Department of Information Systems, Cork Institute of Technology, Cork T12 P928, Ireland.
School of Computer Science and Statistics, Trinity College Dublin, Dublin 2, Ireland.
Sensors (Basel). 2019 Sep 19;19(18):4049. doi: 10.3390/s19184049.
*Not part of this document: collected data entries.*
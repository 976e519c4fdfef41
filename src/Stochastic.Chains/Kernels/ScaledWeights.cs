namespace Stochastic.Chains.Kernels;

/// <summary>A positive vector brought to the upper end of the range of doubles by an exact power of two, so that flows have room below.</summary>
internal static class ScaledWeights
{
    private const int SmallestExponent = -1074;
    private const int LargestExponent = 1024;

    /// <summary>
    /// Multiplies the values of some states by 2^scale so that the largest lies from 2^exponent up to its double; false when a value is
    /// not positive and finite, or not normal afterwards.
    /// </summary>
    internal static bool TryScale(
        ReadOnlySpan<int> states, ReadOnlySpan<double> values, int exponent, out double[] weights, out int scale)
    {
        weights = new double[values.Length];
        var largest = 0.0;
        foreach (var state in states)
        {
            largest = Math.Max(largest, values[state]);
        }

        scale = largest > 0 && double.IsFinite(largest) ? exponent - Math.ILogB(largest) : 0;
        foreach (var state in states)
        {
            weights[state] = Math.ScaleB(values[state], scale);
            if (!(weights[state] > 0 && double.IsNormal(weights[state])))
            {
                return false;
            }
        }

        return true;
    }

    /// <summary>An upper bound of |Σ x_i − 1|, from the exact sum.</summary>
    internal static double DeviationFromOne(ReadOnlySpan<int> states, ReadOnlySpan<double> values)
    {
        const int Outside = 0;
        const int Sum = 1;
        var sums = new ExactSums(2, SmallestExponent, LargestExponent);
        sums.Move(Sum, Outside, UInt128.One, 0, 1);
        foreach (var state in states)
        {
            var value = Significand.Of(values[state]);
            sums.Move(Outside, Sum, value.Bits, value.Exponent, 1);
        }

        return sums.UpperMagnitude(Sum, 0);
    }
}
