using Stochastic.Chains.Structure;

namespace Stochastic.Chains;

/// <summary>Questions about taking states together.</summary>
public static class LumpingExtensions
{
    private const double DefaultTolerance = 1e-12;

    /// <summary>Decides whether states can be taken together so that what is left is a Markov chain again, whatever the start.</summary>
    /// <typeparam name="TState">The type of a state.</typeparam>
    /// <typeparam name="TGroup">The type of a group.</typeparam>
    /// <param name="chain">The chain.</param>
    /// <param name="groupOf">The group of a state; called once for each.</param>
    /// <returns>The verdict with the largest difference found between two states of a group. O(transitions), and states · groups for the comparison.</returns>
    /// <remarks>
    /// They can when all states of a group move into each group with the same probability (Kemeny and Snell 1960, strong lumpability); differences up to 10⁻¹² of the
    /// larger probability count as rounding.
    /// </remarks>
    /// <example><code>bool isEnough = pool.Lumpability(state => state is "clean" or "dirty" ? "in house" : state).IsLumpable;</code></example>
    public static Lumpability<TState, TGroup> Lumpability<TState, TGroup>(this Chain<TState> chain, Func<TState, TGroup> groupOf)
        where TState : notnull
        where TGroup : notnull => Lumpability(chain, groupOf, DefaultTolerance);

    /// <summary>Decides whether states can be taken together, within a given tolerance.</summary>
    /// <typeparam name="TState">The type of a state.</typeparam>
    /// <typeparam name="TGroup">The type of a group.</typeparam>
    /// <param name="chain">The chain.</param>
    /// <param name="groupOf">The group of a state; called once for each.</param>
    /// <param name="tolerance">The largest difference of two probabilities, as a part of the larger one, that counts as the same; 0 or more and below 1.</param>
    /// <exception cref="ArgumentOutOfRangeException">The tolerance is not 0 or more and below 1.</exception>
    public static Lumpability<TState, TGroup> Lumpability<TState, TGroup>(this Chain<TState> chain, Func<TState, TGroup> groupOf, double tolerance)
        where TState : notnull
        where TGroup : notnull
    {
        ArgumentNullException.ThrowIfNull(chain);
        ArgumentNullException.ThrowIfNull(groupOf);
        ArgumentOutOfRangeException.ThrowIfNegative(tolerance);
        ArgumentOutOfRangeException.ThrowIfGreaterThanOrEqual(tolerance, 1);
        return Chains.Lumpability<TState, TGroup>.Of(chain, groupOf, tolerance);
    }

    /// <summary>Takes states together: the chain of the groups.</summary>
    /// <typeparam name="TState">The type of a state.</typeparam>
    /// <typeparam name="TGroup">The type of a group.</typeparam>
    /// <param name="chain">The chain.</param>
    /// <param name="groupOf">The group of a state; called once for each.</param>
    /// <returns>A chain over the groups, in the order in which they are first met. The unit of time is kept.</returns>
    /// <exception cref="ChainStructureException">Two states of a group move into some group with different probabilities; the message names them and the difference.</exception>
    /// <example><code>var coarse = pool.Lump(state => state is "lost" or "scrapped" ? "gone" : state);</code></example>
    public static Chain<TGroup> Lump<TState, TGroup>(this Chain<TState> chain, Func<TState, TGroup> groupOf)
        where TState : notnull
        where TGroup : notnull => Lumpability(chain, groupOf).ToChain();

    /// <summary>Splits the groups of a grouping as little as possible, so that what results can be lumped.</summary>
    /// <typeparam name="TState">The type of a state.</typeparam>
    /// <typeparam name="TGroup">The type of a group.</typeparam>
    /// <param name="chain">The chain.</param>
    /// <param name="groupOf">The group of a state: states that must not be taken together have different ones.</param>
    /// <returns>The groups, each with its states in state order, ordered by their first state.</returns>
    /// <remarks>
    /// Partition refinement: a group is split where its states move into some group with probabilities that differ by more than 10⁻¹² of the larger one, until none is. At
    /// most as many rounds as states, each O(transitions + states log states) for each group that was split.
    /// </remarks>
    /// <example><code>var groups = pool.CoarsestLumping(state => state is "lost" or "scrapped");</code></example>
    public static IReadOnlyList<IReadOnlyList<TState>> CoarsestLumping<TState, TGroup>(this Chain<TState> chain, Func<TState, TGroup> groupOf)
        where TState : notnull
        where TGroup : notnull
    {
        ArgumentNullException.ThrowIfNull(chain);
        ArgumentNullException.ThrowIfNull(groupOf);
        var blocks = new PartitionRefinement(chain.Matrix, DefaultTolerance).Refine(Grouping.Of(chain.States.Select(groupOf)).GroupOf);
        return [.. Enumerable.Range(0, chain.StateCount).GroupBy(state => blocks[state]).Select(block => block.Select(state => chain.States[state]).ToArray())];
    }
}
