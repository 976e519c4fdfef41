namespace Stochastic.Chains.Kernels;

/// <summary>What a bound on relative errors says about absolute ones.</summary>
internal static class AbsoluteBound
{
    /// <summary>
    /// With |z − x| at most ε x for the true x, x is at most z / (1 − ε), so |z − x| is at most ε z / (1 − ε), rounded up; +∞ when ε is 1
    /// or more.
    /// </summary>
    internal static double From(double relative, double largest) => relative < 1
        ? Upward.Multiply(Upward.Divide(relative, Upward.LowerDifference(1, relative)), largest)
        : double.PositiveInfinity;
}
Participatory sensing is a process whereby mobile device users (or participants) collect environmental data on behalf of a service provider who can then build a service based upon these data. To attract submissions of such data, the service provider will often need to incentivize potential participants by offering a reward. However, for the privacy conscious, the attractiveness of such rewards may be offset by the fact that the receipt of a reward requires users to either divulge their real identity or provide a traceable pseudonym. An incentivization mechanism must therefore facilitate data submission and rewarding in a way that does not violate participant privacy. This paper presents Privacy-Aware Incentivization (PAI), a decentralized peer-to-peer exchange platform that enables the following: (i) Anonymous, unlinkable and protected data submission; (ii) Adaptive, tunable and incentive-compatible reward computation; (iii) Anonymous and untraceable reward allocation and spending. PAI makes rewards allocated to a participant untraceable and unlinkable and incorporates an adaptive and tunable incentivization mechanism which ensures that real-time rewards reflect current environmental conditions and the importance of the data being sought. The allocation of rewards to data submissions only if they are truthful (i.e., incentive compatibility) is also facilitated in a privacy-preserving manner. The approach is evaluated using proofs and experiments.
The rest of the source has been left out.